Paine was born August 26, 1833, in Boston, Massachusetts, son of Charles Cushing Paine and Fannie Cabot Jackson, and great-grandson of Robert Treat Paine, one of the signers of the United States Declaration of Independence. His brother, Sumner Edward Jackson Paine, was a 2nd Lieutenant in Company A, 20th Regiment Massachusetts Volunteer Infantry and was killed during the repulse of Pickett's Charge on July 3, 1863, at the Battle of Gettysburg.

He graduated from Harvard in 1853 and made a considerable fortune in railroad enterprises. In 1861 he entered the Federal service as a captain in the 22nd Massachusetts Infantry. The next year he was sent to Ship Island, Mississippi. In October, he was commissioned as the first colonel of the 2nd Louisiana Infantry. During the siege of Port Hudson (May 24 – July 8, 1863) he commanded a brigade. On March 4, 1864, Paine resigned his commission and returned to Massachusetts.
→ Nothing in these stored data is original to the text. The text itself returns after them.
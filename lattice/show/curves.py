"""Pictures of observables: panels of curves such as spectra, correlations and histograms."""

from __future__ import annotations

import os
from collections.abc import Sequence
from dataclasses import dataclass
from pathlib import Path
from typing import TYPE_CHECKING, Any

import numpy as np
import numpy.typing as npt

from lattice.errors import LatticeError
from lattice.show.panels import BAD, FAINT, LINE_COLOURS, NODES_AS_DOTS, STYLE
from lattice.show.pictures import DOTS_PER_INCH, picture_format
from lattice.store.replacement import discard, partial_path, publish

if TYPE_CHECKING:
    from matplotlib.axes import Axes
    from matplotlib.figure import Figure

Real = npt.NDArray[np.float64]

COLUMNS = 3
DECADES = 24
"""Decades of a logarithmic panel below its highest point; the rest is rounding."""


@dataclass(frozen=True)
class Curve:
    """A line of a panel.

    Parameters
    ----------
    label : str
        Empty where the panel has one line only.
    x, y : ndarray
    reference : bool
        Drawn as a grey band's edge behind the others: what the others are compared with.
    """

    label: str
    x: Real
    y: Real
    reference: bool = False


@dataclass(frozen=True)
class Panel:
    """A panel of curves.

    Parameters
    ----------
    title, xlabel, ylabel : str
    curves : tuple of Curve
    logarithmic : bool
        Of the ordinate.
    limit : float, optional
        Abscissa from which on the lattice represents nothing.
    steps : bool
        Drawn as steps, for a histogram.
    """

    title: str
    xlabel: str
    ylabel: str
    curves: tuple[Curve, ...]
    logarithmic: bool = False
    limit: float | None = None
    steps: bool = False


def plot_panels(
    out: str | os.PathLike[str], title: str, subtitles: Sequence[str], panels: Sequence[Panel]
) -> Path:
    """Draw panels under a title and return the picture's path.

    Raises
    ------
    InputError, LatticeError
        For a format that is none, or a picture that cannot be written.
    """
    import matplotlib as mpl

    form = picture_format(out, None)
    with mpl.rc_context(STYLE):
        figure = _draw(title, subtitles, panels)
        partial = partial_path(Path(out))
        try:
            figure.savefig(partial, format=form, dpi=DOTS_PER_INCH)
            publish(partial, Path(out))
        except OSError as error:
            discard(partial)
            raise LatticeError(
                f"cannot write picture {out}: {error.strerror or error}; choose another path"
            ) from error
    return Path(out)


def _draw(title: str, subtitles: Sequence[str], panels: Sequence[Panel]) -> Figure:
    from matplotlib.figure import Figure

    rows = -(-len(panels) // COLUMNS)
    columns = min(COLUMNS, len(panels))
    height = 0.5 + 0.2 * len(subtitles) + 2.9 * rows
    figure = Figure(figsize=(3.9 * columns, height), dpi=DOTS_PER_INCH, layout="constrained")
    for place, panel in enumerate(panels):
        _panel(figure.add_subplot(rows, columns, place + 1), panel)
    figure.text(0.01, 1.0 - 0.25 / height, title, fontsize=11.5, fontweight="bold", va="baseline")
    for k, text in enumerate(subtitles):
        figure.text(0.01, 1.0 - (0.47 + 0.2 * k) / height, text, fontsize=9.0, va="baseline")
    engine = figure.get_layout_engine()
    assert engine is not None
    engine.set(rect=(0.0, 0.0, 1.0, 1.0 - (0.4 + 0.2 * len(subtitles)) / height))  # type: ignore[call-arg]
    return figure


def _panel(axes: Axes, panel: Panel) -> None:
    colours = iter(LINE_COLOURS * len(panel.curves))
    for curve in panel.curves:
        _curve(axes, panel, curve, FAINT if curve.reference else next(colours))
    axes.set_title(panel.title, loc="left")
    axes.set_xlabel(panel.xlabel)
    axes.set_ylabel(panel.ylabel)
    ends = [float(x) for c in panel.curves for x in (c.x.min(), c.x.max())]
    if max(ends) > min(ends):
        axes.set_xlim(min(ends), max(ends))
    if panel.logarithmic:
        axes.set_yscale("log")
        highest = max(float(c.y.max()) for c in panel.curves)
        lowest = min((float(c.y[c.y > 0.0].min()) for c in panel.curves if (c.y > 0.0).any()), default=1.0)
        if highest > 0.0:
            axes.set_ylim(max(lowest, highest * 10.0**-DECADES) / 3.0, highest * 3.0)
    elif min(float(c.y.min()) for c in panel.curves) < 0.0:
        axes.axhline(0.0, color=FAINT, linewidth=0.5, zorder=0)
    if panel.limit is not None and panel.limit < max(ends):
        axes.axvline(panel.limit, color=BAD, linewidth=0.9, linestyle=(0, (4, 2)))
        axes.text(
            panel.limit, 0.03, " not represented", transform=axes.get_xaxis_transform(), va="bottom",
            fontsize=7.5, color=BAD,
        )  # fmt: skip
    if any(c.label for c in panel.curves):
        axes.legend(loc="upper right", handlelength=1.4)


def _curve(axes: Axes, panel: Panel, curve: Curve, colour: str) -> None:
    shown = (
        curve.y > 10.0**-DECADES * curve.y.max() if panel.logarithmic else np.ones(curve.y.size, dtype=bool)
    )
    width = 2.4 if curve.reference else 1.1
    style: dict[str, Any] = {"color": colour, "linewidth": width, "label": curve.label or None}
    style |= {"alpha": 0.6, "zorder": 1} if curve.reference else {"zorder": 2}
    if panel.steps:
        axes.step(curve.x[shown], curve.y[shown], where="mid", **style)
        return
    dots = panel.logarithmic and shown.sum() <= NODES_AS_DOTS and not curve.reference
    axes.plot(curve.x[shown], curve.y[shown], marker="." if dots else "", markersize=3, **style)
The following July, he again entered the service as a brigadier general. On September 29, Paine led a division of black troops at New Market Heights, located south of Richmond, Virginia. Paine participated in both expeditions against Fort Fisher (December 1864/January 1865), although his troops played only a minor role. His division was however more actively engaged during the following Battle of Wilmington. After the war, he served briefly as the district commander at New Berne, and managed to arrange the retrieval of Robert Gould Shaw's captured sword, so that it could be returned to the bereaved family. On January 15, 1866, he was brevetted as a major general of volunteers.

During his later years, Paine took a great interest in yachting. He was the owner of the Puritan, the Mayflower, and the Volunteer, each of which successfully defended the America's Cup against a British challenger.

Paine was one of the oarsmen in the first boat race between Harvard and Yale (August 1852), which was the first inter-collegiate sporting event in North America. He would be one of the charter members of The Country Club (Brookline, Massachusetts), the prototype of country clubs everywhere, and built one of the first golf courses in North America in Weston, Massachusetts. He reputedly played with red golf balls, so as to be able to find them in the winter among the snowdrifts. Paine helped finance the founding of Middlesex School (Concord, Massachusetts), of which his son-in-law Frederick Winsor was the founder and first headmaster. Paine's interest in sports continued into the next generation: two of his sons, John B. and Sumner, won pistol-shooting events at the first modern Olympic Games (Athens 1896).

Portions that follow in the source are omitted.